- Born: United Kingdom
- Occupations: Chef, author
- Writing career
- Genres: Waste management, cooking
- Notable work: Food Waste Philosophy,
- Website: foodwastephilosophy.com

= Shane Jordan =

English vegetarian chef and author

Shane Jordan is an English vegetarian chef and author based in Bristol, recognised for minimising food waste by using leftover edible fruit and vegetable skins in creative dishes. He has been described as a "pioneer" for his imaginative use of food waste in restaurants and has written a cookery book detailing his alternative approach. Promoting sustainability outside the kitchen, he has partnered with a host of waste UK waste initiatives, including Vegfest UK, FoodCycle, Love Food, Hate Waste and Waste & Resources Action Programme.

==Career==
After leaving finishing school in Bristol, Shane studied youth work at the City of Bristol College.
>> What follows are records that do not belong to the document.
package chem

import (
	"embed"
	"encoding/csv"
	"fmt"
	"strconv"
	"strings"
)

// tables holds the embedded reference tables, one source in every row.
//
//go:embed data/*.csv
var tables embed.FS

// row is one line of an embedded table, by column name.
type row struct {
	columns map[string]int
	fields  []string
}

// text returns the field of a column. It panics if the table has no such
// column, which is a mistake in the program and not in the data.
func (r row) text(column string) string {
	i, ok := r.columns[column]
	if !ok {
		panic("chem: no column " + column)
	}
	return r.fields[i]
}

// number returns the field as a number; false where it is blank or none.
func (r row) number(column string) (float64, bool) {
	x, err := strconv.ParseFloat(strings.TrimSpace(r.text(column)), 64)
	return x, err == nil
}

// list splits a field whose items are separated by "; ".
func (r row) list(column string) []string {
	var items []string
	for item := range strings.SplitSeq(r.text(column), ";") {
		if item = strings.TrimSpace(item); item != "" {
			items = append(items, item)
		}
	}
	return items
}

// readTable reads an embedded table of data/. It panics on a malformed table:
// the tables are part of the program and every one is read by a test.
func readTable(name string) []row {
	file, err := tables.Open("data/" + name)
	if err != nil {
		panic(fmt.Sprintf("chem: table %s: %v", name, err))
	}
	defer file.Close()
	records, err := csv.NewReader(file).ReadAll()
	if err != nil {
		panic(fmt.Sprintf("chem: table %s: %v", name, err))
	}
	columns := make(map[string]int, len(records[0]))
	for i, column := range records[0] {
		columns[column] = i
	}
	rows := make([]row, 0, len(records)-1)
	for _, fields := range records[1:] {
		rows = append(rows, row{columns, fields})
	}
	return rows
}
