package chem

import "strings"

// nameOfCAS returns the name of a substance for a message, or the number itself.
func nameOfCAS(cas string) string {
	if s, ok := SubstanceByCAS(cas); ok {
		return s.Name
	}
	return "CAS " + cas
}

// tableMolarMass returns a molar mass of the substance table.
func tableMolarMass(cas string) (MolarMass, bool) {
	s, ok := SubstanceByCAS(cas)
	if !ok || s.MolarMass <= 0 {
		return 0, false
	}
	return s.MolarMass, true
}

// casOf returns the CAS number that a name, synonym, formula or number stands
// for, or the text itself where the substance table can't tell.
func casOf(text string) string {
	if s, ok := LookupSubstance(strings.TrimSpace(text)); ok && s.CAS != "" {
		return s.CAS
	}
	return strings.TrimSpace(text)
}
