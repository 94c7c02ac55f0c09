package chem

import "strings"

// Conversions to SI that are exact by definition: the foot-pound units after the
// international pound and inch (BIPM SI Brochure 8th ed., table 8 and NIST SP 811
// app. B.8), the torr as 1/760 of the standard atmosphere, the thermochemical
// calorie 4.184 J, the conventional millimetre of mercury after NIST SP 811.
const (
	torr       = Atmosphere / 760
	mmHg       = 133.322387415 * Pascal
	psi        = 6894.757293168 * Pascal
	calorie    = 4.184 * Joule
	pound      = 453.59237 * Gram
	ounce      = pound / 16
	day        = 24 * Hour
	usGallon   = 3.785411784 * Litre
	megapascal = 1e6 * Pascal
)

// plainUnit writes a unit in one way: no blanks, no raised digits, u for micro.
func plainUnit(unit string) string {
	return unitSpelling.Replace(strings.TrimSpace(unit))
}

var unitSpelling = strings.NewReplacer(
	" ", "", "\u00a0", "", "\u2009", "", "\u202f", "",
	"µ", "u", "μ", "u", "²", "2", "³", "3", "⁻¹", "-1", "^", "", "⋅", "·", "*", "·", "ℓ", "L", "º", "°", "˚", "°")

func massUnit(u string) (Mass, bool) {
	switch u {
	case "g", "gram", "grams":
		return Gram, true
	case "kg":
		return Kilogram, true
	case "mg":
		return Milligram, true
	case "ug":
		return Microgram, true
	case "t", "tonne":
		return 1000 * Kilogram, true
	case "lb":
		return pound, true
	case "oz":
		return ounce, true
	}
	return 0, false
}

func volumeUnit(u string) (Volume, bool) {
	switch u {
	case "mL", "ml", "cm3", "cc":
		return Millilitre, true
	case "L", "l", "dm3", "litre", "litres", "liter", "liters":
		return Litre, true
	case "uL", "ul", "mm3":
		return Microlitre, true
	case "cL", "cl":
		return 10 * Millilitre, true
	case "dL", "dl":
		return 100 * Millilitre, true
	case "hL", "hl":
		return 100 * Litre, true
	case "m3":
		return CubicMetre, true
	case "gal":
		return usGallon, true
	}
	return 0, false
}

func amountUnit(u string) (Amount, bool) {
	switch u {
	case "mol", "mole", "moles":
		return Mole, true
	case "mmol":
		return Millimole, true
	case "umol":
		return 1e-6 * Mole, true
	case "kmol":
		return 1e3 * Mole, true
	}
	return 0, false
}

func pressureUnit(u string) (Pressure, bool) {
	switch u {
	case "Pa":
		return Pascal, true
	case "hPa", "mbar":
		return 100 * Pascal, true
	case "kPa":
		return Kilopascal, true
	case "MPa":
		return megapascal, true
	case "bar":
		return Bar, true
	case "atm":
		return Atmosphere, true
	case "mmHg":
		return mmHg, true
	case "torr", "Torr":
		return torr, true
	case "psi":
		return psi, true
	}
	return 0, false
}

func densityUnit(u string) (Density, bool) {
	switch u {
	case "g/mL", "g/ml", "g/cm3", "g/cc", "kg/L", "kg/l", "kg/dm3", "g·mL-1", "g·cm-3":
		return GramPerMillilitre, true
	case "kg/m3", "g/L", "g/l", "g/dm3", "kg·m-3":
		return 1, true
	}
	return 0, false
}

func concentrationUnit(u string) (Concentration, bool) {
	switch u {
	case "mol/L", "mol/l", "M", "mol/dm3", "kmol/m3", "mmol/mL", "mmol/ml", "mol·L-1":
		return MolePerLitre, true
	case "mmol/L", "mmol/l", "mM", "mol/m3":
		return 1, true
	case "umol/L", "umol/l", "uM":
		return 1e-3, true
	}
	return 0, false
}

func massConcentrationUnit(u string) (MassConcentration, bool) {
	switch u {
	case "g/L", "g/l", "mg/mL", "mg/ml", "kg/m3", "g/dm3":
		return GramPerLitre, true
	case "mg/L", "mg/l", "ug/mL", "ug/ml":
		return 1e-3 * GramPerLitre, true
	case "g/mL", "g/ml", "kg/L", "kg/l", "g/cm3":
		return 1000 * GramPerLitre, true
	case "g/100mL", "g/100ml", "%w/v", "%m/v", "w/v%":
		return 10 * GramPerLitre, true
	}
	return 0, false
}

func molalityUnit(u string) (Molality, bool) {
	switch u {
	case "mol/kg", "m", "mmol/g":
		return MolePerKilogram, true
	case "mmol/kg":
		return 1e-3 * MolePerKilogram, true
	}
	return 0, false
}

func fractionUnit(u string) (Fraction, bool) {
	switch u {
	case "%", "%w/w", "w/w%", "%m/m", "wt%", "mass%", "percent":
		return Percent, true
	case "", "w/w", "1":
		return 1, true
	case "‰":
		return 1e-3, true
	case "ppm":
		return 1e-6, true
	}
	return 0, false
}

func durationUnit(u string) (Duration, bool) {
	switch u {
	case "s", "sec", "second", "seconds":
		return Second, true
	case "min", "minute", "minutes":
		return Minute, true
	case "h", "hr", "hour", "hours":
		return Hour, true
	case "d", "day", "days":
		return day, true
	case "week", "weeks":
		return 7 * day, true
	}
	return 0, false
}

func energyUnit(u string) (Energy, bool) {
	switch u {
	case "J":
		return Joule, true
	case "kJ":
		return Kilojoule, true
	case "MJ":
		return 1e6 * Joule, true
	case "cal":
		return calorie, true
	case "kcal":
		return 1000 * calorie, true
	case "Wh":
		return 3600 * Joule, true
	case "kWh":
		return 3.6e6 * Joule, true
	}
	return 0, false
}

func molarEnergyUnit(u string) (MolarEnergy, bool) {
	switch u {
	case "kJ/mol":
		return KilojoulePerMole, true
	case "J/mol":
		return 1, true
	case "kcal/mol":
		return MolarEnergy(1000 * calorie), true
	}
	return 0, false
}

func specificHeatUnit(u string) (SpecificHeat, bool) {
	switch u {
	case "J/(gK)", "J/g/K", "J/(g·K)", "J/gK", "J/g·K", "kJ/(kgK)", "kJ/kg/K", "kJ/(kg·K)", "kJ/kgK", "J/(g°C)", "J/g/°C", "J/g°C":
		return JoulePerGramKelvin, true
	case "J/(kgK)", "J/kg/K", "J/(kg·K)", "J/kgK":
		return 1, true
	}
	return 0, false
}

func powerUnit(u string) (Power, bool) {
	switch u {
	case "W", "J/s":
		return Watt, true
	case "kW":
		return 1000 * Watt, true
	case "mW":
		return 1e-3 * Watt, true
	case "kJ/h":
		return Power(1000.0 / 3600), true
	case "kJ/min":
		return Power(1000.0 / 60), true
	}
	return 0, false
}

func molarMassUnit(u string) (MolarMass, bool) {
	switch u {
	case "g/mol", "g·mol-1", "kg/kmol", "u", "Da":
		return GramPerMole, true
	case "kg/mol":
		return 1, true
	}
	return 0, false
}

func areaUnit(u string) (Area, bool) {
	switch u {
	case "m2":
		return SquareMetre, true
	case "dm2":
		return 1e-2 * SquareMetre, true
	case "cm2":
		return 1e-4 * SquareMetre, true
	}
	return 0, false
}

func temperatureStepUnit(u string) (Temperature, bool) {
	switch u {
	case "K", "°C", "C", "degC":
		return Kelvin, true
	case "°F", "F", "degF":
		return Temperature(5.0 / 9), true
	}
	return 0, false
}
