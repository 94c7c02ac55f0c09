package chem

import (
	"fmt"
	"math"
)

// An AcidExtraction is the repeated extraction of a weak acid from water, each
// portion of solvent shaken to equilibrium and run off.
type AcidExtraction struct {
	Acid      Amount  // in the water at the start, in all its forms
	PKa       float64 // of the acid in water
	Partition float64 // of the neutral acid, solvent over water
	// Dimer is the constant of pairing in the solvent, [HA·HA]/[HA]² in m³/mol;
	// 0 for a solvent that breaks the pairs, such as an alcohol or an ester.
	Dimer float64
	// IonPair is the partition of the anion with its cation; it needs a fixed pH.
	IonPair float64

	Aqueous  Volume // of the water layer at the start
	Organic  Volume // of each portion of fresh solvent
	Portions int

	// FixedPH says that the water is held at PH. Otherwise the pH follows from
	// the acid left and from Strong, the amount of strong cations less that of
	// strong anions in the water: below zero for an excess of strong acid.
	FixedPH bool
	PH      float64
	Strong  Amount

	// SolventInWater and WaterInSolvent are volumes of the one taken up by a
	// volume of the other at saturation; 0 leaves the layers as they are.
	SolventInWater, WaterInSolvent float64
}

// An ExtractionStage is the state after one portion.
type ExtractionStage struct {
	PH               float64 // of the water after the acid has moved
	Distribution     float64 // total acid in solvent over total acid in water
	Aqueous, Organic Volume  // of the settled layers
	Taken, Left      Amount  // acid in this extract, and in the water
}

// Stages appends the state after each portion to dst, so that a caller who
// passes a slice with room pays for no memory. In every portion the acid is
// shared between the layers,
//
//	n = V(aq)·a + V(org)·(m + 2·K2·m²),   m = P·a·h/(h + Ka)
//
// where a is the acid in the water in all its forms, m the single acid in the
// solvent and K2 the pairing constant, and, unless the pH is fixed, the charges
// in the water balance,
//
//	h + [strong] = Kw/h + a·Ka/(h + Ka)
//
// Concentrations stand for activities, pKw is 13.995 (25 °C). The first portion
// loses solvent to the water until it is saturated; each takes up water.
// Sources: Harvey, Analytical Chemistry, 7.7; Nichols, Organic Chemistry Lab
// Techniques, 4.5.
func (x AcidExtraction) Stages(dst []ExtractionStage) ([]ExtractionStage, error) {
	if err := x.check(); err != nil {
		return dst, err
	}
	solver := shareSolver{ka: math.Pow(10, 3-x.PKa), p: x.Partition, pair: x.IonPair, dimer: x.Dimer}
	acid, aqueous, dissolved := x.Acid, x.Aqueous, Volume(0)
	for range x.Portions {
		organic := x.Organic
		if lost := x.Aqueous*Volume(x.SolventInWater) - dissolved; lost > 0 {
			if lost >= organic {
				return dst, x.swallowed(lost)
			}
			organic -= lost
			aqueous += lost
			dissolved += lost
		}
		if taken := organic * Volume(x.WaterInSolvent); taken > 0 {
			organic += taken
			aqueous -= taken
		}
		if aqueous <= 0 {
			return dst, &DataError{Of: "extraction", Err: ErrImpossible, Limit: "the solvent takes up all the water", Remedy: "use less solvent"}
		}
		solver.n, solver.aq, solver.org = float64(acid), float64(aqueous), float64(organic)
		solver.strong = float64(x.Strong) / float64(aqueous)
		h := math.Pow(10, 3-x.PH)
		if !x.FixedPH {
			h = solver.proton()
		}
		left := Amount(solver.inWater(h) * float64(aqueous))
		stage := ExtractionStage{PH: 3 - math.Log10(h), Aqueous: aqueous, Organic: organic, Taken: acid - left, Left: left}
		if left > 0 {
			stage.Distribution = float64(stage.Taken/left) * float64(aqueous/organic)
		}
		dst = append(dst, stage)
		acid = left
	}
	return dst, nil
}

// check refuses numbers that no extraction has.
func (x AcidExtraction) check() error {
	of := "extraction"
	if err := firstError(
		mustBePositive(of, "amount of acid", x.Acid), mustBePositive(of, "partition", x.Partition),
		mustBePositive(of, "aqueous volume", x.Aqueous), mustBePositive(of, "organic volume", x.Organic),
	); err != nil {
		return err
	}
	for _, v := range [...]float64{x.PKa, x.PH, float64(x.Strong), x.Dimer, x.IonPair, x.SolventInWater, x.WaterInSolvent} {
		if !Finite(v) {
			return &DataError{Of: of, Err: ErrOutOfRange, Limit: "every input must be a number"}
		}
	}
	switch {
	case x.Portions < 1 || x.Portions > mostPortions:
		return &DataError{Of: of, Err: ErrOutOfRange, Limit: fmt.Sprintf("1 to %d portions", mostPortions), Remedy: "give the number of portions"}
	case x.Dimer < 0 || x.IonPair < 0 || x.SolventInWater < 0 || x.WaterInSolvent < 0:
		return &DataError{Of: of, Err: ErrOutOfRange, Limit: "pairing, ion pair and solubilities must not be below zero"}
	case x.IonPair > 0 && !x.FixedPH:
		return &DataError{Of: of, Err: ErrNoData, Limit: "an ion pair takes its cation along", Remedy: "give the pH at which the water is held"}
	case x.FixedPH && (x.PH < -2 || x.PH > 16):
		return &DataError{Of: of, Err: ErrOutOfRange, Limit: "pH -2 to 16", Remedy: "give the pH of the water"}
	case x.PKa < -10 || x.PKa > 20:
		return &DataError{Of: of, Err: ErrOutOfRange, Limit: "pKa -10 to 20", Remedy: "give the pKa in water"}
	}
	return nil
}

func (x AcidExtraction) swallowed(lost Volume) error {
	return &DataError{
		Of: "extraction", Err: ErrImpossible,
		Limit:  fmt.Sprintf("the water dissolves %.3g mL, the portion has %.3g mL", lost.Millilitres(), x.Organic.Millilitres()),
		Remedy: "use larger portions or salt the water out",
	}
}

// A shareSolver shares an acid between two layers. Concentrations are in mol/m³.
type shareSolver struct {
	ka, p, pair, dimer float64
	n, aq, org, strong float64
	guess              float64 // proton concentration after the last portion
}

// inWater returns the concentration of the acid in the water, all forms, at a
// proton concentration. Pairing makes the balance a quadratic in it, solved in
// the form that doesn't lose figures when pairing is weak.
func (s *shareSolver) inWater(h float64) float64 {
	neutral := h / (h + s.ka)
	linear := s.aq + s.org*(s.p*neutral+s.pair*(1-neutral))
	m := s.p * neutral
	square := 2 * s.dimer * m * m * s.org
	if square == 0 {
		return s.n / linear
	}
	return 2 * s.n / (linear + math.Sqrt(linear*linear+4*square*s.n))
}

// ionProduct is Kw at 25 °C in (mol/m³)², 10^(6 − 13.995) (pKw of pka.csv).
const ionProduct = 1.0115795e-8

// charge returns the charge balance of the water, which rises with h: protons
// and strong ions less hydroxide and anions.
func (s *shareSolver) charge(h float64) float64 {
	return h + s.strong - ionProduct/h - s.inWater(h)*s.ka/(h+s.ka)
}

// slope returns the derivative of charge over h. With pairing it leaves out how
// pairing changes, which only makes the steps towards the root shorter.
func (s *shareSolver) slope(h float64) float64 {
	free := s.aq*(h+s.ka) + s.org*(s.p*h+s.pair*s.ka)
	return 1 + ionProduct/(h*h) + s.n*s.ka*(s.aq+s.org*s.p)/(free*free)
}

// proton finds the proton concentration between pH 16 and −2 by Newton steps
// from the guess of the last portion, kept inside a bracket that shrinks with
// every step and is halved in its logarithm where a step leaves it, so that it
// always arrives.
func (s *shareSolver) proton() float64 {
	low, high := 1e-13, 1e5
	h := s.guess
	if h == 0 {
		h = 1e-1 // pH 4
	}
	for range 200 {
		f := s.charge(h)
		if f > 0 {
			high = h
		} else {
			low = h
		}
		next := h - f/s.slope(h)
		if !(next > low && next < high) {
			next = math.Sqrt(low * high)
		}
		if math.Abs(next-h) <= 1e-12*h {
			h = next
			break
		}
		h = next
	}
	s.guess = h
	return h
}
After graduating, he became a mentor in a young offenders' institution located in Bristol and also worked in local youth centres, teaching chess and cooking classes. He is now a part time chef in Bristol at Arc Cafe and works freelance, teaching cooking at universities and Festivals as well as working with a variety of UK waste initiatives.

==Alternative cooking==
Jordan has been recognised as an innovative chef, creating recipes from food waste such as banana skins, cauliflower stalks and potato skins. This alternative approach to cooking is aimed at reducing waste on landfill sites. His cookery book Food Waste Philosophy explains this approach.